Nevertheless, the 3,500 delegates here were hardly discouraged. They applauded wildly over the thrusts at corporate media, shouting out their approval with the fervor of revivalist meetings. One speaker after another ripped corporate media.
Helen Thomas, the 86-year-old White House reporter, has the fire of youth in her belly. She told attendees: “There’s no reason the media played along with the administration’s shifting rationales, all untrue, in the runup to the catastrophic war in Iraq.”
Jesse Jackson bounded on stage, raising a clenched fist before delivering a fire and brimstone speech. He rightly deplored President Bush for escalation of the war in Iraq and his horribly reactionary adminstration. Jackson noted how media challengers are marginalized by being called leftists as it was once common to call any progressive measure communistic.
He concluded by urging his audience to “light a match and let it glow.” It reminded this listener of presidential candidate Adlai Stevenson saying of Eleanor Roosevelt: “She would rather light candles than curse the darkness.”
But to this pessimist, the darkness of corporate media will not be dispelled with millions of candles.
Phil Donahue, discussing the iron grip of corporate media bosses, told how he had been fired from his MSNBC talk show because he told the truth about the Iraq War. His antiwar stance was not good for business. Besides, his bosses feared being called anti-American. Donahue noted how MSNBC required him to have two conservatives for every liberal on his show.
Media critic Jeff Cohen, also fired by MSNBC, remarked that in corporate media “the least principled rise to the top,” giving charlatans lofty perches.
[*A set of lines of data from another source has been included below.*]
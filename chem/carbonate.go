package chem

import (
	"fmt"
	"math"
)

// carbonPKa are the constants of dissolved carbon dioxide at 25 °C (handbook
// values of data/pka.csv; both steps change by less than 0.1 from 15 to 35 °C).
var carbonPKa = [2]float64{6.35, 10.33}

// CarbonDioxideSolubility returns the concentration of CO2 in water under a
// pressure of it,
//
//	c = 0.034 mol/(L atm) · p · exp(2400 K·(1/T − 1/298.15 K))
//
// (R. Sander, Atmos. Chem. Phys. 15 (2015) 4399, from memory; others give
// 0.03 to 0.04), from 0 to 80 °C. Salt lowers it.
func CarbonDioxideSolubility(p Pressure, t Temperature) (Concentration, error) {
	if !(t >= ZeroCelsius && t <= ZeroCelsius+80) {
		return 0, outOfRange("solubility of carbon dioxide", "temperature", t.Celsius(), 0, 80, "°C", "")
	}
	if !(p >= 0) || !Finite(p) {
		return 0, fmt.Errorf("solubility of carbon dioxide: pressure %v Pa must be 0 or more", float64(p))
	}
	perAtmosphere := 34 * math.Exp(2400*(1/float64(t)-1/298.15)) // mol/m³
	return Concentration(perAtmosphere * float64(p/Atmosphere)), nil
}

// CarbonDioxideFrom returns the amount of CO2 that an amount of strong acid frees
// from carbonate and hydrogencarbonate, nothing staying dissolved: carbonate takes
// one proton first, and only what acid is left frees gas.
func CarbonDioxideFrom(carbonate, hydrogencarbonate, acid Amount) Amount {
	return max(0, min(acid-carbonate, carbonate+hydrogencarbonate))
}

// GasVolume returns the volume of an amount of ideal gas, V = n·R·T/p. It panics
// if p isn't positive.
func GasVolume(n Amount, t Temperature, p Pressure) Volume {
	if !(p > 0) {
		panic("chem: pressure must be positive")
	}
	return Volume(float64(n) * GasConstant * float64(t) / float64(p))
}

// Degassed is a solution that gave off what carbon dioxide it can't hold.
type Degassed struct {
	PH      float64
	Evolved Amount        // of CO2
	Left    Concentration // of CO2 and its ions in the solution
}

// Degas returns the pH of a solution that also holds an amount of carbonate of all
// forms, and the carbon dioxide that leaves until the rest is in equilibrium with
// the gas at a pressure of CO2: the air's whole pressure while it bubbles, 0 when
// it was boiled or blown out. The charge of the carbonate's counter-ions belongs
// in s.Strong.
func (s Solution) Degas(carbon Amount, p Pressure) (Degassed, error) {
	if !(s.Volume > 0) {
		return Degassed{}, fmt.Errorf("carbon dioxide given off: volume %v mL must be above 0", s.Volume.Millilitres())
	}
	if !(carbon >= 0) || !Finite(carbon) {
		return Degassed{}, fmt.Errorf("carbon dioxide given off: %v mol of carbonate must be 0 or more", float64(carbon))
	}
	held, err := CarbonDioxideSolubility(p, s.At)
	if err != nil {
		return Degassed{}, err
	}
	pKw, err := PKw(s.At)
	if err != nil {
		return Degassed{}, err
	}
	if err := checkMix(s.Mix, s.Strong); err != nil {
		return Degassed{}, err
	}
	total := Concentration(float64(carbon) / float64(s.Volume))
	closed := append([]Protolyte{{Name: "carbonic acid", PKa: carbonPKa[:], C: total}}, s.Mix...)
	b := balance{mix: closed, strong: float64(s.Strong), pKw: pKw}
	pH, err := b.solve()
	if err != nil {
		return Degassed{}, err
	}
	if float64(total)*float64(Ionised(carbonPKa[:], pH)[0]) <= float64(held) {
		return Degassed{pH, 0, total}, nil
	}
	b = balance{mix: s.Mix, strong: float64(s.Strong), pKw: pKw, carbonDioxide: float64(held), carbonPK: carbonPKa}
	if pH, err = b.solve(); err != nil {
		return Degassed{}, err
	}
	one, two := b.carbonIons(pH)
	left := min(total, held+Concentration(one+two))
	return Degassed{pH, Amount(float64(total-left) * float64(s.Volume)), left}, nil
}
The spectrum of opinion on corporate media runs from “GE to GM.”
Moyers’ recommendation to read Cohen’s book, “Cable News Confidential,” proved nearly as potent as a recommendation by Oprah. The Cohen book immediately became a best seller at the conference.
Cohen points out in his book that the three biggest distortionists and cheerleaders for Bush in cable media are CNN, Fox and MSNBC. They focus on the bottom line. The politicians “have allowed a handful of moneyed elites to privatize our media and control America’s televised dialogue.”
They have the power “to keep important news and viewpoints off the air”…“Cable’s ‘newscasters’ rarely reflected the vibrant debate going on in our country over the war--or the extent of active and organized dissents.”
More Cohen: cable news has gone from “politics to tabloid to fluff.” It is in “the business of entertainment, using traditional Hollywood genres to attract viewers: lurid crime dramas (O.J., JonBenet, Laci Peterson), sex farce (Clinton/Lewinsky), suspense thrillers (Beltway sniper) and war (with special theme music and graphics).”
Cohen, founder of the watchdog group, Fairness and Accuracy in Media, continued: corporate news is nutritionless, “a processed product brought to market by distant and soulless corporations.” Local TV news programs across the nation are no better, filled with undernourshing soundbites.
Cohen quotes the CEO of radio colossus, Clear Channel, as saying that he cares about ad sales, not program quality. “We’re simply in the business of selling our customers products.”
The greedheads rule. The Gannett newspaper chain has a 26 percent profit, the Hearst empire 24 percent.
One panelist indicated that the media were just as responsible as Bush for starting the war in Iraq. Or, as Jane Fonda said: “A truly powerful media is one that can stop a war--not only start one.”
Amy Goodman, dynamic conference speaker, wrote in “Static,” a book written with her brother, David: “The American media (are) little more than a megaphone for those in power.”
So much of what is wrong with America is the fault of the media.

1 Comments:

Blogger NevadaDem said...

I worry about this alot, even wrote something on my blog about the demise of investigative journalism. Hope your pessimism is unjustified but haven't found enough evidence to be optimistic.

Thanks for the write-up and comments.